A little about Dol-de-Bretagne and how to get there, and a little more about the surrounding area for camping holidays
Dol-de-Bretagne is one of those little towns in northern Brittany where you just clip the outside as you pass on the N176 E401 either to Dinan, Dinard or St Malo going westwards or Le Mont St Michel if going the other way. Blink and you've missed it in either direction, and like many other small places in France that is part of the attraction - small but beautifully made. For your convenience we have linked to a map of the area so that you can get your bearings.
Dol is roughly 7KM, or about 5 miles from the north Brittany beaches and is so easy to get to it is hadly worth our passing comment on, but we always try to give the best directions to a resort so that you won't need to consult a map to get there.
From Calais: Get onto the A16 to Abbeyville and then follow signs for Neufchatel-en-Bray and then Caen, Avranches, Pontorson and Dol.
From le Havre, Deauville and Caen simply head for Avranches, Pontorson and Dol
From Cherbourg you simply make your way down the peninsular heading for Avranches and get onto the N175 there to Pontorson and Dol.

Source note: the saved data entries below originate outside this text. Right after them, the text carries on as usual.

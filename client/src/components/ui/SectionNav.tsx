import { NavLink } from 'react-router-dom';
import { cx } from './cx';

export interface SectionLink {
  to: string;
  label: string;
  /** Active only on this exact path (for a section's index page). */
  end?: boolean;
}

/** The short menu across the pages of one area (Administration, Clinic). */
export function SectionNav({ label, links }: { label: string; links: SectionLink[] }) {
  return (
    <nav aria-label={label} className="mb-5">
      <ul className="flex flex-wrap gap-2 text-sm">
        {links.map((link) => (
          <li key={link.to}>
            <NavLink
              to={link.to}
              end={link.end ?? false}
              className={({ isActive }) =>
                cx(
                  'inline-flex min-h-9 items-center rounded-md border px-3 font-semibold no-underline',
                  isActive ? 'border-ink bg-ink text-paper' : 'border-rule-strong bg-sheet text-ink hover:bg-shade',
                )
              }
            >
              {link.label}
            </NavLink>
          </li>
        ))}
      </ul>
    </nav>
  );
}
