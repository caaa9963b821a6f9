import { useId, useState, type ReactNode } from 'react';
import {
  flexRender,
  getCoreRowModel,
  getFilteredRowModel,
  getSortedRowModel,
  useReactTable,
  type ColumnDef,
  type FilterFn,
  type SortingState,
} from '@tanstack/react-table';
import { cx } from './cx';

export interface DataTableProps<T> {
  data: T[];
  // TanStack's column helpers produce ColumnDef<T, any>; each column's value type is its own business.
  columns: ColumnDef<T, any>[];
  /** Names the table (visible caption) and its scroll region. */
  caption: string;
  hideCaption?: boolean;
  getRowId: (row: T) => string;
  /** When set, shows a filter box with this label that searches the given text of each row. */
  filter?: { label: string; text: (row: T) => string; placeholder?: string };
  empty: string;
  noun?: { one: string; many: string };
  initialSorting?: SortingState;
  /** More filters beside the search box (e.g. a status choice); the caller narrows `data` itself. */
  toolbar?: ReactNode;
  /** The width below which the table scrolls sideways; narrower tables can pass e.g. 'min-w-[44rem]'. */
  minWidthClass?: string;
}

/**
 * Dense, sortable table for staff screens. On a narrow phone the table scrolls sideways inside its
 * own focusable region, so the page itself never does.
 */
export function DataTable<T>({
  data,
  columns,
  caption,
  hideCaption,
  getRowId,
  filter,
  empty,
  noun = { one: 'row', many: 'rows' },
  initialSorting = [],
  toolbar,
  minWidthClass = 'min-w-[64rem]',
}: DataTableProps<T>) {
  const filterId = useId();
  const [sorting, setSorting] = useState<SortingState>(initialSorting);
  const [globalFilter, setGlobalFilter] = useState('');

  const matchesText: FilterFn<T> = (row, _columnId, query: string) => {
    if (!filter) return true;
    return filter.text(row.original).toLowerCase().includes(query.trim().toLowerCase());
  };

  // The app does not run the React Compiler, so the table's unmemoizable functions are harmless here.
  // eslint-disable-next-line react-hooks/incompatible-library
  const table = useReactTable({
    data,
    columns,
    state: { sorting, globalFilter },
    onSortingChange: setSorting,
    onGlobalFilterChange: setGlobalFilter,
    globalFilterFn: matchesText,
    getRowId: (row) => getRowId(row),
    getCoreRowModel: getCoreRowModel(),
    getSortedRowModel: getSortedRowModel(),
    getFilteredRowModel: getFilteredRowModel(),
  });

  const rows = table.getRowModel().rows;
  const count = (n: number) => `${n} ${n === 1 ? noun.one : noun.many}`;

  return (
    <div>
      {(filter || toolbar) && (
        <div className="mb-3 flex flex-wrap items-end gap-3">
          {filter && (
            <div className="w-full max-w-xs">
              <label htmlFor={filterId} className="block text-sm font-semibold">
                {filter.label}
              </label>
              <input
                id={filterId}
                type="search"
                value={globalFilter}
                placeholder={filter.placeholder}
                onChange={(e) => setGlobalFilter(e.target.value)}
                className="mt-1 block min-h-10 w-full rounded-md border border-rule-strong bg-sheet px-3 text-sm"
              />
            </div>
          )}
          {toolbar}
          <p className="pb-2 text-sm text-muted tabular-nums" aria-live="polite">
            {globalFilter ? `Showing ${rows.length} of ${count(data.length)}` : count(data.length)}
          </p>
        </div>
      )}
      <div role="region" aria-label={caption} tabIndex={0} className="overflow-x-auto rounded-lg border border-rule bg-sheet">
        <table className={cx('w-full border-collapse text-left text-sm', minWidthClass)}>
          <caption className={cx('px-3 pt-3 text-left font-semibold', hideCaption && 'sr-only')}>{caption}</caption>
          <thead>
            {table.getHeaderGroups().map((group) => (
              <tr key={group.id} className="border-b border-rule bg-shade">
                {group.headers.map((header) => {
                  const sorted = header.column.getIsSorted();
                  const canSort = header.column.getCanSort();
                  const title = flexRender(header.column.columnDef.header, header.getContext());
                  return (
                    <th
                      key={header.id}
                      scope="col"
                      aria-sort={sorted === 'asc' ? 'ascending' : sorted === 'desc' ? 'descending' : undefined}
                      className="px-3 py-2 font-semibold whitespace-nowrap"
                    >
                      {header.isPlaceholder ? null : canSort ? (
                        <button
                          type="button"
                          onClick={header.column.getToggleSortingHandler()}
                          className="inline-flex items-center gap-1 rounded hover:underline"
                        >
                          {title}
                          <span aria-hidden="true" className="text-muted">
                            {sorted === 'asc' ? '↑' : sorted === 'desc' ? '↓' : '↕'}
                          </span>
                        </button>
                      ) : (
                        title
                      )}
                    </th>
                  );
                })}
              </tr>
            ))}
          </thead>
          <tbody>
            {rows.length === 0 ? (
              <tr>
                <td colSpan={table.getAllLeafColumns().length} className="px-3 py-4 text-ink-2">
                  {globalFilter ? 'Nothing matches that filter.' : empty}
                </td>
              </tr>
            ) : (
              rows.map((row) => (
                <tr key={row.id} className="border-b border-rule last:border-b-0 align-top">
                  {row.getVisibleCells().map((cell) => (
                    <td key={cell.id} className="px-3 py-2">
                      {flexRender(cell.column.columnDef.cell, cell.getContext())}
                    </td>
                  ))}
                </tr>
              ))
            )}
          </tbody>
        </table>
      </div>
    </div>
  );
}
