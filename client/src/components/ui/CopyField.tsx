import { useId, useRef, useState } from 'react';
import { Button } from './Button';

/** A read-only value with a copy button, e.g. an invitation link. Falls back to selecting the text. */
export function CopyField({ label, value, buttonLabel = 'Copy' }: { label: string; value: string; buttonLabel?: string }) {
  const id = useId();
  const inputRef = useRef<HTMLInputElement>(null);
  const [state, setState] = useState<'idle' | 'copied' | 'select'>('idle');

  async function copy() {
    try {
      await navigator.clipboard.writeText(value);
      setState('copied');
    } catch {
      inputRef.current?.select();
      setState('select');
    }
  }

  return (
    <div>
      <label htmlFor={id} className="block text-sm font-semibold">
        {label}
      </label>
      <div className="mt-1 flex flex-wrap gap-2">
        <input
          ref={inputRef}
          id={id}
          readOnly
          value={value}
          onFocus={(e) => e.currentTarget.select()}
          className="min-h-10 min-w-0 flex-1 rounded-md border border-rule-strong bg-paper px-3 font-mono text-xs"
        />
        <Button variant="secondary" onClick={() => void copy()}>
          {buttonLabel}
        </Button>
      </div>
      <p aria-live="polite" className="mt-1 text-sm text-muted">
        {state === 'copied' && 'Copied.'}
        {state === 'select' && 'Copying is blocked here: the link is selected, press Ctrl+C (or ⌘C) to copy it.'}
      </p>
    </div>
  );
}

This little place was first built in the middle Ages and there are still some streets packed with really old buildings, most notably its central axis, the pretty Grande-Rue, where one such dates back as far as the eleventh century, alongside an assortment of 500-year-old half-timbered houses that look down on the bustle of shoppers below. If you like exploring old cathderals then this is the place for you becuase Dol still has a huge granite cathedral with its strange, squat, tiled towers.
Thankfully lots of us have different tastes, and that statement applies equally to camping holidays as much as anything else, but Dol should appeal to all ages and tastes really becuase there is the beach a short distance away and masses of history for the older generations such as Le Mont St Michel also nearby to the east, and Bayeux where the huge tapestry depicting the battle of Hastings is housed slightly further away and nearer to Caen.